Now, Louisiana has long been different from the rest of the country, its French and Spanish colonial roots long pre-dating Anglo influence. In south Louisiana in particular, where the geographic isolation of bayou country was not penetrated until the commercialization of oil and gas deposits well into the 20th century, the Anglo influence not only came late but often came as unwelcome.

So there is precedent for Louisiana to consider itself a land apart, but I’m not sure there is any precedent for a President of the United States to refer to contiguous U.S. territory as if it were a foreign land in quite the same way President Bush did yesterday while visiting New Orleans on the second anniversary of Hurricane Katrina’s landfall there:

“[T]he taxpayers and people from all around the country have got to understand the people of this part of the world really do appreciate the fact that the American citizens are supportive of the recovery effort.”

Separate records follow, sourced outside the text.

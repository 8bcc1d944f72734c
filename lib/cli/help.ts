/**
 * The text of `--help`.
 */
import { DEFAULT_FIT_OPTIONS } from '../estimate/defaults';
import { MAX_SIDE_BY_SIDE, PUSH_KINDS } from '../scenario/push-bounds';
import { MIN_MONTHS_TO_FIT } from '../series/limits';
import { MAX_HORIZON_MONTHS } from './arguments';
import { EXIT_CODES } from './exit-codes';

export const USAGE =
  'elbowroom forecast FILE [--columns month,focal,rival] [--months N] [--seed N] [--json], or elbowroom scenario FILE --push ... (see --help)';

export function helpText(): string {
  const exits = EXIT_CODES.map(({ code, id, meaning }) => `  ${code}  ${id.padEnd(15)}  ${meaning}`);
  return `elbowroom forecast FILE [options]
elbowroom scenario FILE --push PUSH [--push PUSH ...] [--scenario FILE.json ...] [options]

forecast reads two firms' monthly user counts and prints where their market is heading and how sure that is.
scenario says what pushes by either firm would change: destination or path, share and users at 6, 12 and 24 months
against no push, odds before and after, what it is worth, and the smallest push that answers it.

FILE is CSV, TSV or semicolon text or an .xlsx workbook with a header: a month column (2024-03, 03/2024, Mar 2024,
2024-03-31) and one column of users per firm, or one row per month and firm. Days and weeks are brought to months. At least ${MIN_MONTHS_TO_FIT} months in which both are known are needed. "-" reads standard input.

Options
  --columns M,F,R       headers of the month, the focal firm and the rival; without it the month column is found and
                        the first two columns of counts are taken, the first of them as the focal firm
  --sheet NAME          sheet of a workbook; without it the first one with a table
  --firms F,R           focal firm and rival by name, where each row is a month of one firm; --columns then names the
                        month, the column of firms and the one that counts
  --aggregate HOW       mean or last: how days or weeks become months (mean if not given)
  --months N            months to forecast, 1 to ${MAX_HORIZON_MONTHS} (${DEFAULT_FIT_OPTIONS.horizonMonths} if not given)
  --seed N              seed of the random draws; the same seed gives the same numbers (${DEFAULT_FIT_OPTIONS.seed} if not given)
  --decimal-mark MARK   point or comma, for counts such as 1,234 that could be read two ways
  --date-order ORDER    day-first or month-first, for dates such as 03/04/2024
  --json                print one JSON object instead of text; its shape is the schema in lib/cli/forecast-json.ts,
                        for scenario in lib/cli/scenario-output.ts
  --help, --version

Scenarios (months count from the last observed one)
  --push PUSH           key=value,key=value: firm (focal or rival), kind (${PUSH_KINDS.join(', ')}),
                        length (months or lasting), size (users a month for recruits, else a fraction: 0.2 or 20%);
                        and if wanted start, ramp, carry-over (half-life) in months, spend (money a month).
                        Recruits may be bought: spend and cost-per-recruit instead of size, most (a month) if returns
                        diminish. Again for each push, all in one scenario.
  --scenario FILE       a written scenario, {"version": 1, "name": "...", "pushes": [...], "money": {...}}; its schema is
                        in lib/scenario/scenario-json.ts. Up to ${MAX_SIDE_BY_SIDE} scenarios are compared side by side.
  --money MONEY         currency, margin (per user-month of the focal firm), and if wanted rival-margin, discount (a
                        year), months (over which value is counted)
  --keep TARGET         firm, share, month, chance: keep that share in that month with that chance ...
  --counter PUSH        ... by this push: its smallest size, last useful month and break-even spend are printed

  elbowroom scenario counts.csv --push firm=rival,kind=recruits,start=2,length=6,size=5000 \\
    --keep share=40%,month=24,chance=80% --counter kind=growth-lift,start=4,length=9

Exit codes
${exits.join('\n')}

With --json an error too is one object on standard output: {"error": {"code", "message", "problems"}}; code is a
name from this list. Forecasts are estimates and no investment advice.
`;
}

“I come telling the folks in this part of the world that we still understand there’s problems and we’re still engaged.”

“We care deeply about the folks in this part of the world.”

He might as well have been talking to tsunami survivors in Indonesia.

Late Update: As a couple of readers have pointed out, there is a precedent for a U.S. President to refer to U.S. territory in this way: President Bush himself has done it consistently since shortly after the storm. On September 2, 2005, speaking in Mobile, Ala., the President said, “[N]ow we’re going to go try to comfort people in that part of the world.” And the pattern of oddly distancing the devastated Gulf Coast from the rest of the country has continued ever since, as ably documented by the blog “Right Hand Thief.”